# Substrate Calculator



## Rex Grigg (Dec 10, 2002)

Good job. But you really should break down the sand and gravel by the average grain size. It makes a huge difference.


----------



## KyleT (Jul 22, 2002)

Rex Grigg said:


> Good job. But you really should break down the sand and gravel by the average grain size. It makes a huge difference.

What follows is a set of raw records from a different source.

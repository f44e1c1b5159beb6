/** A wall seen from outside, in plan: `across` runs to the viewer's right, `depth` away from the viewer, in metres. */
export interface WallInPlan {
  from: { across: number; depth: number };
  to: { across: number; depth: number };
}

/** Metres; closer walls count as touching. */
const touchM = 1e-6;

/**
 * The order in which walls of one height are painted, so that each hides what lies behind it: far
 * ones first. Straight lines seen from one direction can always be put in order as long as they
 * don't cross (the view never runs in a circle in the plane); those that cross are to be split at
 * the crossing first.
 *
 * @returns indexes into `walls`
 */
export function orderWalls(walls: readonly WallInPlan[]): number[] {
  /** By wall: those that must be painted before it. */
  const behind = walls.map((front, index) =>
    walls.flatMap((other, otherIndex) =>
      index !== otherIndex && isBehind(other, front) ? [otherIndex] : [],
    ),
  );
  const order: number[] = [];
  const visited = new Set<number>();
  const visit = (index: number) => {
    if (visited.has(index)) return;
    visited.add(index);
    for (const earlier of behind[index] ?? []) visit(earlier);
    order.push(index);
  };
  // Starting from the farthest keeps the order stable where walls don't hide each other.
  const byDepth = walls
    .map((wall, index) => ({ index, depth: (wall.from.depth + wall.to.depth) / 2 }))
    .sort((a, b) => b.depth - a.depth || a.index - b.index);
  for (const { index } of byDepth) visit(index);
  return order;
}

/** Splits walls where they cross one another in plan. */
export function splitAtCrossings<Wall extends WallInPlan>(walls: readonly Wall[]): Wall[] {
  return walls.flatMap((wall) => {
    const shares = walls
      .flatMap((other) => {
        const share = crossingShare(wall, other);
        return share === null ? [] : [share];
      })
      .sort((a, b) => a - b);
    const stops = [0, ...shares, 1];
    return stops.slice(1).flatMap((end, index) => {
      const start = stops[index] ?? 0;
      return end - start < 1e-9
        ? []
        : [{ ...wall, from: pointAt(wall, start), to: pointAt(wall, end) }];
    });
  });
}

function isBehind(a: WallInPlan, b: WallInPlan): boolean {
  const start = Math.max(
    Math.min(a.from.across, a.to.across),
    Math.min(b.from.across, b.to.across),
  );
  const end = Math.min(Math.max(a.from.across, a.to.across), Math.max(b.from.across, b.to.across));
  if (end - start < touchM) return false;
  const middle = (start + end) / 2;
  return depthAt(a, middle) > depthAt(b, middle) + touchM;
}

function depthAt({ from, to }: WallInPlan, across: number): number {
  const share = (across - from.across) / (to.across - from.across);
  return from.depth + share * (to.depth - from.depth);
}

function pointAt({ from, to }: WallInPlan, share: number): { across: number; depth: number } {
  return {
    across: from.across + share * (to.across - from.across),
    depth: from.depth + share * (to.depth - from.depth),
  };
}

/** How far along `wall` it is crossed by `other`, strictly inside both; null where they don't cross. */
function crossingShare(wall: WallInPlan, other: WallInPlan): number | null {
  const a = [wall.to.across - wall.from.across, wall.to.depth - wall.from.depth] as const;
  const b = [other.to.across - other.from.across, other.to.depth - other.from.depth] as const;
  const denominator = a[0] * b[1] - a[1] * b[0];
  if (Math.abs(denominator) < 1e-12) return null;
  const offset = [
    other.from.across - wall.from.across,
    other.from.depth - wall.from.depth,
  ] as const;
  const share = (offset[0] * b[1] - offset[1] * b[0]) / denominator;
  const otherShare = (offset[0] * a[1] - offset[1] * a[0]) / denominator;
  const isInside = (value: number) => value > 1e-9 && value < 1 - 1e-9;
  return isInside(share) && isInside(otherShare) ? share : null;
}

When I find out the densities of the separate ones I'd be happy to, but for now I need help finding them.

Kyle


----------



## Rex Grigg (Dec 10, 2002)

Call your local industrial supply house. I bet they have that info at their fingertips.


----------



## GulfCoastAquarian (Jul 30, 2002)

I talked to a construction supervisor that paves roads and regardless of grain size, they estimate 100 lbs/cu ft for most sand. It would have to get pretty coarse to be any lower than that. Typical aquarium gravel (2-3mm) is only ten pounds lighter at 90 lbs/cu ft, so we'd be splitting hairs to break down sand even finer. I suppose we could use a second pick for coarse gravel (4-8mm), but then again that isn't a recommended planted tank substrate.
If we get more replies to the substrate depth poll and we can make this calculator more accurate.


----------



## Buck (Oct 13, 2002)

I think this works really good as it is. I tried it out for the tank sizes I know the amounts for and it came dang close ! It's really handy for getting someone new to the game in the ballpark of how much to get for the tank. 
When you think about it , many tanks are gonna be different depending on what ya aquascape needs anyways, like slopes and layer thickness and plants. If you arent planting any root feeders you dont need all that much substrate either so you will definately be covered anyways.

Nice job Kyle :wink:


----------



## Scorpion (Oct 10, 2003)

Ya da man Kyle!


----------



## Cakes (Jan 8, 2004)

Scorpion said:


> Ya da man Kyle!



Thank you very much for the calculator.


----------



## Lepomis_Man (Sep 4, 2003)

Turface is 1.4 Cubic feet per 50 pounds. Just thought that would be a useful addition.


----------



## Buck (Oct 13, 2002)

*Calculator confirmed for Eco-Complete...*

http://www.plantedtank.net/forum/viewtopic.php?t=4531


----------



## Scorpion (Oct 10, 2003)

Roger that Buck!


----------



## KyleT (Jul 22, 2002)

Glad to hear it works out for everyone!

Kyle


----------



## TexasState (Jan 10, 2004)

I have Eco-Complete Planted tank substrate, how deep should I keep it at?


----------



## GulfCoastAquarian (Jul 30, 2002)

3 inches is the average recommendation.


----------



## Bk828 (Mar 11, 2008)

Not sure if people still use this (I was atleast) but I recently noticed that the page gives an error.


----------



## legomaniac89 (Mar 16, 2008)

Bk828 said:


> Not sure if people still use this (I was atleast) but I recently noticed that the page gives an error.


I got it too, but here's another calculator that's pretty similar: http://www.plantedtank.net/forums/general-planted-tank-discussion/91190-another-calculator.html


----------



## Bk828 (Mar 11, 2008)

thanks for the link


----------



## CL (Mar 13, 2008)

Whoa, what's up, BK?!?


----------